◆ Required work
Write out, from the entries below, exactly the lines that run between the lines holding "found += pieces(sections, after, origin)" and "spectrum begins in", inclusive, and stop there.
[Start of section]
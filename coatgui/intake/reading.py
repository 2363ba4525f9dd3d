"""The spectra in the bytes of one file, whatever they are: text or workbook, by content."""

from __future__ import annotations

import codecs
import re
from collections.abc import Iterator
from dataclasses import replace
from itertools import islice

from coatgui.intake.cut import NOTHING, find_cut
from coatgui.intake.decode import encoding_of, lines_of
from coatgui.intake.errors import NoSpectrum, Unreadable
from coatgui.intake.labels import label_in
from coatgui.intake.layout import Section, sections_of
from coatgui.intake.segments import segment_rows
from coatgui.intake.spectra import Origin, Piece, pieces, pieces_as_told, with_parts
from coatgui.intake.text_rows import segment_text
from coatgui.intake.workbook import Sheet, is_workbook, read_workbook
from coatgui.records import Column, Dialect, FoundReading, Source

_SAMPLE_LINES = 400
_SAMPLE_CHARACTERS = 400_000
WORKBOOK = "xlsx"
# The names that programs give to sheets by themselves.
_ANY_SHEET = re.compile(
    r"(sheet|tabelle|blatt|feuil|feuille|hoja|folha|planilha|plan|foglio|data|daten)\s*\d*",
    re.IGNORECASE,
)


def read_spectra(data: bytes, name: str = "") -> list[Piece]:
    """All spectra in the bytes of one file. Raises Unreadable, or Unclear where a person must say
    something, with one sentence. The name is not looked at."""
    if is_workbook(data):
        return _of_workbook(data)
    encoding = encoding_of(data)
    cut = find_cut(_sample(lines_of(data, encoding)))
    sections, after = sections_of(segment_text(lines_of(data, encoding), cut), cut.pairs)
    if not sections:
        raise NoSpectrum(NOTHING)
    origin = Origin(encoding, cut.delimiter, cut.style.decimal_sign)
    return pieces(sections, after, origin)


def _sample(lines: Iterator[str]) -> list[str]:
    """The first lines, by which the cut is chosen."""
    result = []
    characters = 0
    for line in islice(lines, _SAMPLE_LINES):
        characters += len(line)
        if characters > _SAMPLE_CHARACTERS:
            break
        result.append(line)
    return result


def _of_workbook(data: bytes) -> list[Piece]:
    """Tables may stand anywhere on any sheet. A sheet without one is passed over, as long as
    another has one."""
    sheets = read_workbook(data)
    found: list[Piece] = []
    passed_over: list[str] = []
    nothing: NoSpectrum | None = None
    for sheet in sheets:
        try:
            of_sheet = _of_sheet(sheet)
        except NoSpectrum as problem:
            if sheet.holds_numbers:
                nothing = nothing or problem
                passed_over.append(f"Sheet '{sheet.title[:40]}' holds no spectrum.")
            continue
        except Unreadable as problem:
            raise type(problem)(f"Sheet '{sheet.title[:40]}': {problem}") from None
        for piece in of_sheet:
            piece = _named_by_sheet(piece, sheet.title)
            part = f"{sheet.title}, {piece.part}".strip(", ") if len(sheets) > 1 else piece.part
            found.append(replace(piece, part=part))
    if not found:
        raise nothing or NoSpectrum("The workbook holds no table of numbers: nothing to read.")
    return [
        replace(p, dialect=replace(p.dialect, remarks=(*p.dialect.remarks, *passed_over)))
        for p in found
    ]


def _named_by_sheet(piece: Piece, title: str) -> Piece:
    """Panel and exposure time from the sheet's name, where its cells do not say."""
    panel, hours = label_in(title)
    if hours is None and (piece.exposure_h is None or _ANY_SHEET.fullmatch(panel)):
        return piece
    return replace(
        piece,
        panel=piece.panel or panel,
        exposure_h=hours if piece.exposure_h is None else piece.exposure_h,
        named_by_column=piece.named_by_column and bool(piece.panel),
    )


def _of_sheet(sheet: Sheet) -> list[Piece]:
    found: list[Piece] = []
    origin = Origin(WORKBOOK, sheet.title, sheet.style.decimal_sign)
    nothing = NoSpectrum(NOTHING)
    for rows in sheet.tables():
        sections, after = sections_of(segment_rows(rows, sheet.style), sheet.pairs)
        try:
            found += pieces(sections, after, origin)
        except NoSpectrum as problem:
            nothing = problem
    if not found:
        raise nothing
    return with_parts(found)


def read_again(
    data: bytes, source: Source, dialect: Dialect, panel: str, exposure_h: float
) -> FoundReading:
    """One spectrum of stored bytes, as `read_as_told` reads it, for the reading it belongs to.
    Raises Unreadable."""
    piece = read_as_told(data, dialect)[0]
    return FoundReading(
        piece.spectrum,
        replace(source, dialect=piece.dialect),
        panel,
        exposure_h,
        temperature_span_c=piece.temperature_span_c,
        potential_span_mv=piece.potential_span_mv,
    )


def read_as_told(data: bytes, dialect: Dialect, part: str = "") -> list[Piece]:
    """Bytes read as a dialect says: encoding, delimiter (the sheet's name in a workbook), decimal
    sign, the line of the spectrum's first point (0 for every table), and roles, units and factors
    of the columns, signs included, all taken at their word. Raises Unreadable."""
    found: list[Piece] = []
    for sections in _sections_as_told(data, dialect):
        found += pieces_as_told(sections, dialect)
    if not found:
        raise Unreadable(
            f"No spectrum begins in line {dialect.first_data_line}: say in which line its first "
            "point stands."
            if dialect.first_data_line
            else NOTHING
        )
    remarks = (*(r for r in dialect.remarks if r != _BY_HAND), _BY_HAND)
    found = [replace(p, dialect=replace(p.dialect, remarks=remarks)) for p in found]
    return [replace(p, part=part) for p in found] if part else with_parts(found)


_BY_HAND = "The dialect was corrected by hand."


def _sections_as_told(data: bytes, dialect: Dialect) -> Iterator[list[Section]]:
    if is_workbook(data):
        sheet = next((s for s in read_workbook(data) if s.title == dialect.delimiter), None)
        if sheet is None:
            raise Unreadable(f"The workbook has no sheet '{dialect.delimiter[:40]}'.")
        for rows in sheet.tables():
            yield sections_of(segment_rows(rows, sheet.style), sheet.pairs)[0]
        return
    try:
        codecs.lookup(dialect.encoding)
        cut = find_cut(
            _sample(lines_of(data, dialect.encoding)), dialect.delimiter, dialect.decimal_sign
        )
        yield sections_of(segment_text(lines_of(data, dialect.encoding), cut), cut.pairs)[0]
    except (LookupError, UnicodeError):
        raise Unreadable(
            f"The file cannot be read as '{dialect.encoding[:20]}': choose another encoding."
        ) from None


def first_guess(data: bytes, decimal_sign: str = "") -> Dialect:
    """How the first table of a file would be cut, for a person to say what its columns are where
    that is not understood: line 0 for every table, "other" for a column of unknown meaning. Raises
    Unreadable where there is no table of numbers."""
    if is_workbook(data):
        sheets = ((s, tables) for s in read_workbook(data) for tables in [list(s.tables())])
        sheet, tables = next(((s, t) for s, t in sheets if t), (None, []))
        if sheet is None:
            raise NoSpectrum(NOTHING)
        encoding, delimiter, sign = WORKBOOK, sheet.title, sheet.style.decimal_sign
        sections = sections_of(segment_rows(tables[0], sheet.style), sheet.pairs)[0]
    else:
        encoding = encoding_of(data)
        cut = find_cut(_sample(lines_of(data, encoding)), "", decimal_sign)
        delimiter, sign = cut.delimiter, cut.style.decimal_sign
        sections = sections_of(segment_text(lines_of(data, encoding), cut), cut.pairs)[0]
    if not sections:
        raise NoSpectrum(NOTHING)
    section = sections[0]
    columns = []
    for place in range(section.block.width):
        heading = section.headings[place] if place < len(section.headings) else ""
        said = section.meanings[place] if place < len(section.meanings) else None
        if said is None:
            columns.append(Column(place, heading, "other", ""))
            continue
        role = f"log_{said.role}" if said.logarithm else said.role
        factor = said.unit.factor if said.unit is not None else 1.0
        written = said.unit.written if said.unit is not None else ""
        columns.append(Column(place, heading, role, written, -factor if said.negative else factor))
    return Dialect(encoding, delimiter, sign, 0, tuple(columns))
[End of section]
◆ Written response
            found += pieces(sections, after, origin)
        except NoSpectrum as problem:
            nothing = problem
    if not found:
        raise nothing
    return with_parts(found)


def read_again(
    data: bytes, source: Source, dialect: Dialect, panel: str, exposure_h: float
) -> FoundReading:
    """One spectrum of stored bytes, as `read_as_told` reads it, for the reading it belongs to.
    Raises Unreadable."""
    piece = read_as_told(data, dialect)[0]
    return FoundReading(
        piece.spectrum,
        replace(source, dialect=piece.dialect),
        panel,
        exposure_h,
        temperature_span_c=piece.temperature_span_c,
        potential_span_mv=piece.potential_span_mv,
    )


def read_as_told(data: bytes, dialect: Dialect, part: str = "") -> list[Piece]:
    """Bytes read as a dialect says: encoding, delimiter (the sheet's name in a workbook), decimal
    sign, the line of the spectrum's first point (0 for every table), and roles, units and factors
    of the columns, signs included, all taken at their word. Raises Unreadable."""
    found: list[Piece] = []
    for sections in _sections_as_told(data, dialect):
        found += pieces_as_told(sections, dialect)
    if not found:
        raise Unreadable(
            f"No spectrum begins in line {dialect.first_data_line}: say in which line its first "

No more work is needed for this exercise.